No one is responsible for my emotional state of mind but me. I can only control myself.
The above statement is setting me free. I find that repeating it to my head really helps me focus on Joy. From Merium-Webster:
I find it interesting that Sybil cannot find Joy. Nothing is good enough for her. This isn't just her approach to me, but also her approach to everyone and everything. I think she gets more "joy" out of food than anything else (yes...she has really packed on some weight).
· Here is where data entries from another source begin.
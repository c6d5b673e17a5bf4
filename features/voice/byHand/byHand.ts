import { parseNoteName } from "@/shared/music/pitch";
import type { SingingVoice } from "@/shared/keys/keyScore";
import { noteWord } from "../noteWords";

/** What stands in the four fields, as typed. */
export interface ByHandFields {
  lowest: string;
  highest: string;
  comfortLow: string;
  comfortTop: string;
}
type ByHandErrors = Partial<Record<keyof ByHandFields, string>>;
export type ByHandReading = { ok: true; voice: SingingVoice } | { ok: false; errors: ByHandErrors };

/** No human voice is sought outside of these: C1 to C7. */
const lowestNote = 24;
const highestNote = 96;
/** Common practice: one to two semitones in reserve at the bottom, two to three at the top. */
const reserves = { low: 2, high: 3 };
/** A range this narrow has nothing to spare for a reserve. */
const leastWithReserves = 8;

/** The band that is assumed where the singer gives none. */
export function usualComfort(lowMidi: number, highMidi: number): SingingVoice["comfort"] {
  if (highMidi - lowMidi < leastWithReserves) return { lowMidi, highMidi };
  return { lowMidi: lowMidi + reserves.low, highMidi: highMidi - reserves.high };
}

/** Reads the fields; every fault is told at its own field, in words. */
export function readByHand(fields: ByHandFields): ByHandReading {
  const errors: ByHandErrors = {};
  const read = (name: keyof ByHandFields, needed: boolean): number | null => {
    const text = fields[name].trim();
    if (text === "") {
      if (needed) errors[name] = `Give your ${name} note, such as ${name === "lowest" ? "G3" : "C5"}.`;
      return null;
    }
    const midi = parseNoteName(text);
    if (midi === null) errors[name] = noSuchNote(text);
    else if (midi < lowestNote || midi > highestNote) errors[name] = "Voices lie between C1 and C7.";
    return errors[name] === undefined ? midi : null;
  };
  const low = read("lowest", true);
  const high = read("highest", true);
  const comfortLow = read("comfortLow", false);
  const comfortTop = read("comfortTop", false);
  if (low !== null && high !== null) {
    if (low >= high) errors.highest = `The highest note must be above ${noteWord(low)}.`;
    else checkComfort({ low, high, comfortLow, comfortTop }, errors);
  }
  if (low === null || high === null || Object.keys(errors).length > 0) return { ok: false, errors };
  const usual = usualComfort(low, high);
  const comfort = { lowMidi: comfortLow ?? usual.lowMidi, highMidi: comfortTop ?? usual.highMidi };
  if (comfort.lowMidi > comfort.highMidi) {
    // One end was given beyond the other's default: the given end holds.
    if (comfortLow === null) comfort.lowMidi = low;
    else comfort.highMidi = high;
  }
  return { ok: true, voice: { range: { lowMidi: low, highMidi: high }, comfort } };
}

interface Ends {
  low: number;
  high: number;
  comfortLow: number | null;
  comfortTop: number | null;
}

function checkComfort({ low, high, comfortLow, comfortTop }: Ends, errors: ByHandErrors): void {
  const outside = (midi: number | null) => midi !== null && (midi < low || midi > high);
  const inside = `Comfort lies inside the range: ${noteWord(low)} to ${noteWord(high)}.`;
  if (outside(comfortLow)) errors.comfortLow = inside;
  if (outside(comfortTop)) errors.comfortTop = inside;
  if (comfortLow !== null && comfortTop !== null && comfortLow > comfortTop && !errors.comfortTop) {
    errors.comfortTop = `This must not be below ${noteWord(comfortLow)}.`;
  }
}

function noSuchNote(text: string): string {
  if (/^[a-gA-G][#b♯♭]{0,2}$/.test(text)) return `Which ${text}? Add the octave, such as ${text}3 or ${text}4.`;
  if (/^[hH]/.test(text)) return `There is no ${text} in this naming. Try B.`;
  return `There is no ${text}. Try a letter and an octave, such as A4 or B♭3.`;
}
I stand back and examine her lack of joy.
People that are of a negative bent really suck the Joy out of life. No one likes to be around them. For me, my Joy is inversely proportional to the amount of time I spend with her. I find myself having less anxiety and are more calm. I have written extensively about how Sybil treats me and others her in this bog over the years. Thankfully, I have had many commentors provide helpful insight and advice. If not for these wonderful people, I might have been stuck an a morass of self-loathing. My Stockholm Syndrome would have kept me in a perpetual state of self-defeat and self-blaming.
So...I am finding Joy. I have had to swallow a bitter pill of realizing that I will not get Joy from Sybil. Instead, I have Joy because of my kids. I have Joy because my strawberry plants have strawberries, and I have Joy because the blueberry bush I thought was dead has now sprouted leaves. These little things provide Joy in my life and a distraction from my marriage.